By Steve Plunkett
    
Gulf Stream town commissioners may decide to raise property taxes up to 7.1 percent for the coming budget year, mostly to rebuild reserves used last year for the underground utilities project.
    Commissioners set a maximum rate of $3.10 per $1,000 of taxable value, a rate that can be lowered but not raised in subsequent meetings. A home assessed at $1 million after exemptions last year paid $2,927 in town property taxes. If that home’s value rose the average 1.1 percent of all property in Gulf Stream, it would owe $3,134, or $207 more, this year.
    Town Manager William Thrasher first suggested a rate of $3.01 per $1,000, which he said was enough to pay for design work to expand Town Hall and to buy Ford Explorer SUVs to replace aging police cars.

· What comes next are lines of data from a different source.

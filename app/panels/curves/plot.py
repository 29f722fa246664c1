"""The plot: two axes, the layers over them and the ranges they show."""

import math
from collections.abc import Callable, Sequence
from dataclasses import dataclass
from typing import Final

import pyqtgraph as pg
from PySide6.QtCore import QEvent, QPointF, QRectF, QTimer, Signal
from PySide6.QtGui import (
    QColor,
    QContextMenuEvent,
    QFocusEvent,
    QFont,
    QFontInfo,
    QFontMetricsF,
    QKeyEvent,
    QMouseEvent,
    QPen,
    QWheelEvent,
)
from PySide6.QtWidgets import QWidget

from app.look.theme import Theme
from app.panels.curves.axis import QuietAxis
from app.panels.curves.curve_layer import CurveLayer, DrawnCurve
from app.panels.curves.end_labels import EndLabel, EndLabels
from app.panels.curves.frame import Frame
from app.panels.curves.hand import PlottingHand
from app.panels.curves.mark_layers import LevelLayer, MarkerLayer, PointerLayer, WorstLayer
from app.panels.curves.note_layer import NoteLayer
from app.panels.curves.range_history import RangeHistory, Shown
from app.panels.curves.scale import round_range

REST: Final = 250
"""Milliseconds without a change after which curves are drawn finer."""

_CLOSEST: Final = 1e-9
_SMALLEST: Final = 1e-300
_LARGEST: Final = 1e15


@dataclass(frozen=True, slots=True)
class Extent:
    """The whole of what there is to show: ends of the frequency axis (positions) and of the values.

    `floor` and `top` are ends that the values cannot pass, such as 1 of a fraction; `degrees` says that the
    values are angles; below `grain` they are rounding errors.
    """

    left: float
    right: float
    low: float
    high: float
    floor: float | None = None
    top: float | None = None
    degrees: bool = False
    grain: float = 1e-30

    def values(self, low: float, high: float) -> tuple[float, float]:
        """Return the range of the axis that shows the values from `low` to `high`."""
        return round_range(low, high, self.floor, self.top, degrees=self.degrees, grain=self.grain)


class CurvePlot(pg.GraphicsView):
    """Draws curves and marks and keeps the ranges of the axes; knows nothing of jobs.

    Ranges stay when the data change, except along an axis that follows the data (`follows`), which is how it
    begins and what `show_all` returns to.
    """

    ranges_changed = Signal()
    crowding_changed = Signal()

    def __init__(self, theme: Theme, parent: QWidget | None = None) -> None:
        super().__init__(parent, background=theme.base)
        self.follows = [True, True]
        self.history = RangeHistory()
        self._extent = Extent(0.0, 1.0, 0.0, 1.0)
        self.area = pg.ViewBox(enableMenu=False, enableMouse=False, defaultPadding=0.0)
        self.area.disableAutoRange()
        # Marks on the edge are drawn whole; the curves clip themselves.
        self.area.setFlag(self.area.GraphicsItemFlag.ItemClipsChildrenToShape, False)
        self.left_axis, self.bottom_axis = QuietAxis("left"), QuietAxis("bottom")
        self.end_labels = EndLabels(self.area)
        self.curve_layer = CurveLayer(self.area, 10.0)
        self.worst_layer = WorstLayer(self.area, 20.0, theme)
        self.level_layer = LevelLayer(self.area, 15.0, theme)
        self.marker_layer = MarkerLayer(self.area, 30.0, theme)
        self.pointer_layer = PointerLayer(self.area, 40.0, theme)
        self.note_layer = NoteLayer(self.area, 50.0, theme)
        self._arrange()
        self._rest = QTimer(self)
        self._rest.setSingleShot(True)
        self._rest.setInterval(REST)
        self._rest.timeout.connect(lambda: self.curve_layer.set_fine(True))
        self._crowded = False
        self.area.sigResized.connect(self._check_crowding)
        self.hand = PlottingHand(self)
        self.key_taken: Callable[[QKeyEvent, bool], bool] = lambda event, run: False
        self.viewport().setMouseTracking(True)
        self.set_theme(theme)

    def _arrange(self) -> None:
        layout = pg.GraphicsLayout()
        layout.setContentsMargins(0, round(QFontMetricsF(self.font()).height()) + 6, 8, 5)
        layout.setSpacing(0)
        layout.addItem(self.left_axis, 0, 0)
        layout.addItem(self.area, 0, 1)
        layout.addItem(self.end_labels, 0, 2)
        layout.addItem(self.bottom_axis, 1, 1)
        layout.layout.setColumnStretchFactor(1, 100)
        layout.layout.setRowStretchFactor(0, 100)
        self.left_axis.linkToView(self.area)
        self.bottom_axis.linkToView(self.area)
        self.setCentralItem(layout)
        self._set_fonts(self.font())

    def _set_fonts(self, font: QFont) -> None:
        small = QFont(font)
        small.setPointSizeF(max(QFontInfo(font).pointSizeF() * 0.92, 7.0))
        small.setFeature(QFont.Tag("tnum"), 1)
        for axis in (self.left_axis, self.bottom_axis):
            axis.set_fonts(small)
        self.left_axis.label.setFont(font)
        self.bottom_axis.label.setFont(font)
        self.end_labels.set_font(small)
        self.marker_layer.font = small
        self.note_layer.font = font

    def set_theme(self, theme: Theme) -> None:
        """Take the colours of a theme; the curves are given again by whoever knows their colours."""
        self._theme = theme
        self.setBackground(theme.base)
        for axis in (self.left_axis, self.bottom_axis):
            axis.set_theme(theme)
        marks = (self.worst_layer, self.level_layer, self.marker_layer, self.pointer_layer, self.note_layer)
        for layer in marks:
            layer.theme = theme
            layer.update()
        self.show_focus(False)

    # What is shown

    def show_curves(
        self, curves: Sequence[DrawnCurve], labels: Sequence[EndLabel], extent: Extent, *, logarithmic: bool
    ) -> None:
        """Draw these curves from now on; along axes that follow the data, show all of `extent`."""
        self.rouse()
        if logarithmic != self.bottom_axis.logarithmic:
            self.bottom_axis.logarithmic = logarithmic
            self.follows[0] = True
            self.history = RangeHistory()
            self.bottom_axis.picture = None
        if extent.degrees != self.left_axis.degrees:
            self.left_axis.degrees = extent.degrees
            self.left_axis.picture = None
        self._extent = extent
        self.curve_layer.set_curves(curves)
        self.end_labels.set_labels(labels)
        self._follow()
        self._check_crowding()

    def rouse(self) -> None:
        """Draw fast from now until nothing has changed for a while."""
        self.curve_layer.set_fine(False)
        if self.isVisible():
            self._rest.start()

    def showEvent(self, event: object) -> None:
        """Wait for rest."""
        super().showEvent(event)
        self._rest.start()

    def hideEvent(self, event: object) -> None:
        """Stop waiting for rest: nobody looks."""
        self._rest.stop()
        super().hideEvent(event)

    # Ranges

    def frame(self) -> Frame:
        """Return what is visible, and on how many pixels."""
        return self.curve_layer.frame()

    def area_rect(self) -> QRectF:
        """Return where the plot area is, in pixels of this widget."""
        rect: QRectF = self.area.sceneBoundingRect()
        return rect

    def in_area(self, point: QPointF) -> QPointF:
        """Return a point of this widget in pixels of the plot area."""
        return point - self.area_rect().topLeft()

    def show_all(self) -> None:
        """Show everything, and follow the data from now on."""
        self.history.note(self._shown())
        self.follows = [True, True]
        self._follow()
        self.ranges_changed.emit()

    def follow_values(self) -> None:
        """Let the axis of values follow the data again, and leave the frequencies as they are."""
        self.history.note(self._shown())
        self.follows[1] = True
        self._follow()
        self.ranges_changed.emit()

    def follow_positions(self) -> None:
        """Let the frequency axis follow the data again, and leave the values as they are."""
        self.history.note(self._shown())
        self.follows[0] = True
        self._follow()
        self.ranges_changed.emit()

    def fit_values(self, low: float, high: float) -> None:
        """Show these values, rounded outward, and no longer follow the data."""
        self.set_ranges(values=self._extent.values(low, high))

    def set_ranges(
        self,
        positions: tuple[float, float] | None = None,
        values: tuple[float, float] | None = None,
    ) -> None:
        """Show these ranges of positions and values; an axis that is given no longer follows the data."""
        self.history.note(self._shown())
        self.rouse()
        for axis, wanted in enumerate((positions, values)):
            if wanted is not None and _sensible(*wanted):
                self.follows[axis] = False
                self._set_range(axis, wanted)
        self.ranges_changed.emit()
        self._check_crowding()

    def go_back(self) -> None:
        """Show what was shown before the last change of the ranges by hand."""
        self._show_again(self.history.back(self._shown()))

    def go_forward(self) -> None:
        """Take the last step back again."""
        self._show_again(self.history.forward(self._shown()))

    def _shown(self) -> Shown:
        across, upward = (tuple(map(float, ends)) for ends in self.area.viewRange())
        return Shown((across[0], across[1]), (upward[0], upward[1]), (self.follows[0], self.follows[1]))

    def _show_again(self, shown: Shown | None) -> None:
        if shown is None:
            return
        self.rouse()
        self.follows = list(shown.follows)
        self._set_range(0, shown.positions)
        self._set_range(1, shown.values)
        self._follow()
        self.ranges_changed.emit()
        self._check_crowding()

    def zoom(self, across: float, down: float, at: QPointF) -> None:
        """Scale the visible ranges by two factors (1 leaves an axis alone) about a pixel of the plot area."""
        frame = self.frame()
        x, y = frame.position(at.x()), frame.value(at.y())
        positions = (x + (frame.left - x) * across, x + (frame.right - x) * across)
        values = (y + (frame.bottom - y) * down, y + (frame.top - y) * down)
        self.set_ranges(positions if across != 1.0 else None, values if down != 1.0 else None)

    def pan(self, start: Frame, across: float | None, down: float | None) -> None:
        """Show what `start` showed, moved by so many pixels; None leaves an axis alone."""
        shift = (across or 0.0) * (start.right - start.left) / start.width
        rise = (down or 0.0) * (start.top - start.bottom) / start.height
        self.set_ranges(
            None if across is None else (start.left - shift, start.right - shift),
            None if down is None else (start.bottom + rise, start.top + rise),
        )

    def _follow(self) -> None:
        extent = self._extent
        if self.follows[0]:
            left, right = extent.left, extent.right
            if not right > left:
                span = max(abs(left) * 0.02, 0.01)
                left, right = left - span, right + span
            self._set_range(0, (left, right))
        if self.follows[1]:
            self._set_range(1, extent.values(extent.low, extent.high))

    def _set_range(self, axis: int, wanted: tuple[float, float]) -> None:
        if tuple(self.area.viewRange()[axis]) != wanted:
            names = ("xRange", "yRange")
            self.area.setRange(**{names[axis]: wanted}, padding=0, disableAutoRange=False)

    def _check_crowding(self, *_: object) -> None:
        crowded = self.end_labels.crowded
        if crowded != self._crowded:
            self._crowded = crowded
            self.crowding_changed.emit()

    # Mouse and keys

    def mousePressEvent(self, event: QMouseEvent) -> None:
        """Hand over to the hand."""
        self.hand.press(event)

    def mouseMoveEvent(self, event: QMouseEvent) -> None:
        """Hand over to the hand."""
        self.hand.move(event)

    def mouseReleaseEvent(self, event: QMouseEvent) -> None:
        """Hand over to the hand."""
        self.hand.release(event)

    def mouseDoubleClickEvent(self, event: QMouseEvent) -> None:
        """Hand over to the hand."""
        self.hand.double_click(event)

    def wheelEvent(self, event: QWheelEvent) -> None:
        """Hand over to the hand."""
        self.hand.wheel(event)

    def leaveEvent(self, event: QEvent) -> None:
        """Hand over to the hand."""
        self.hand.leave()

    def contextMenuEvent(self, event: QContextMenuEvent) -> None:
        """Ask for the menu when the keyboard does; the mouse asks on release."""
        if event.reason() == QContextMenuEvent.Reason.Keyboard:
            at = self.area_rect().center()
            self.hand.menu_wanted.emit(self.in_area(at), self.mapToGlobal(at.toPoint()))
        event.accept()

    def keyPressEvent(self, event: QKeyEvent) -> None:
        """Offer the key to `key_taken`; what it does not take goes on to the window."""
        if self.key_taken(event, True):
            event.accept()
        else:
            event.ignore()

    def event(self, event: QEvent) -> bool:
        """Keep keys that mean something here from the shortcuts of the window."""
        if (
            event.type() == QEvent.Type.ShortcutOverride
            and isinstance(event, QKeyEvent)
            and self.key_taken(event, False)
        ):
            event.accept()
            return True
        return bool(super().event(event))

    # Focus

    def focusInEvent(self, event: QFocusEvent) -> None:
        """Outline the plot when the keyboard brought the focus here."""
        super().focusInEvent(event)
        reasons = event.reason()
        self.show_focus(reasons.name in {"TabFocusReason", "BacktabFocusReason", "ShortcutFocusReason"})

    def focusOutEvent(self, event: QFocusEvent) -> None:
        """Take the outline away."""
        super().focusOutEvent(event)
        self.show_focus(False)

    def show_focus(self, shown: bool) -> None:
        """Show the frame of the keyboard focus, or take it away."""
        self.focus_shown = shown
        colour = QColor(self._theme.accent) if shown else QColor(0, 0, 0, 0)
        self.area.setBorder(QPen(colour, 2.0))


def _sensible(low: float, high: float) -> bool:
    """Whether a range is one that can be drawn: rising, finite, and not finer than doubles can tell apart."""
    if not (math.isfinite(low) and math.isfinite(high)) or not low < high:
        return False
    size = max(abs(low), abs(high))
    return size < _LARGEST and high - low > max(size * _CLOSEST, _SMALLEST)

    With upswing in property values, “I do not believe we need to be fearful of our costs,” Thrasher said.
    “Don’t we want to make that a little higher than what this is?” Commissioner Garrett Dering asked, urging his colleagues to propose the $3.10 rate. Thrasher said the higher figure would give commissioners about $60,000 extra.
    Thrasher’s proposed budget also calls for a 2 percent raise for town employees and new software for police to track cases. Any money left over from the $50,000 earmarked for designing a larger Town Hall would go into reserves, he said.
    Thrasher said Town Hall would be expanded on the west side of the building to provide more room. “There’s no place for storage, there’s no place for records. If you walk into any office … you’ll see that there are plans everywhere,” he said.
    Thrasher also budgeted $428,197 to pay for fire and rescue services from Delray Beach, which includes payment since March for serving the unincorporated pocket annexed that month.
    “This is a combination of catch-up and then also our regular contract including the annexed area,” Thrasher said.
    The annexed area will mean about $208,000 in additional tax revenue if the maximum rate is adopted.
    Gulf Stream’s tax rate was $3.10 for the 2007 budget year but was held under $3 for the next five budgets, according to Thrasher’s proposal. It hit $4.09 in 1998.
    The proposed 2013 budget includes $14,000 for a study of how Gulf Stream and other coastal towns might share the cost of providing their own fire-rescue service. A consultant would not be hired unless the other towns pitch in. Commissioners will consider the budget again at their Aug. 10 regular meeting, then hold public hearings on the budget at 5:01 p.m. Sept. 14 and 25.